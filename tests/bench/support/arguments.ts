/** A figure from the command line: `--runs 100000` or `--runs=100000`. */
export function argument(name: string, otherwise: number): number {
  const text = textArgument(name)
  if (text === undefined) return otherwise
  const value = Number(text)
  if (!Number.isFinite(value)) throw new Error(`--${name} ${text}: expected a number`)
  return value
}

export function textArgument(name: string): string | undefined {
  const at = process.argv.findIndex((arg) => arg === `--${name}` || arg.startsWith(`--${name}=`))
  if (at < 0) return undefined
  const found = process.argv[at]!
  return found.includes('=') ? found.slice(found.indexOf('=') + 1) : process.argv[at + 1]
}

/** True for `--all` and the like. */
export function flag(name: string): boolean {
  return process.argv.includes(`--${name}`)
}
──────────────────────────────
* [Task]
Whichever lines of the data include the word "export", pull them out.

* [Task answer]
export function argument(name: string, otherwise: number): number {
export function textArgument(name: string): string | undefined {
export function flag(name: string): boolean {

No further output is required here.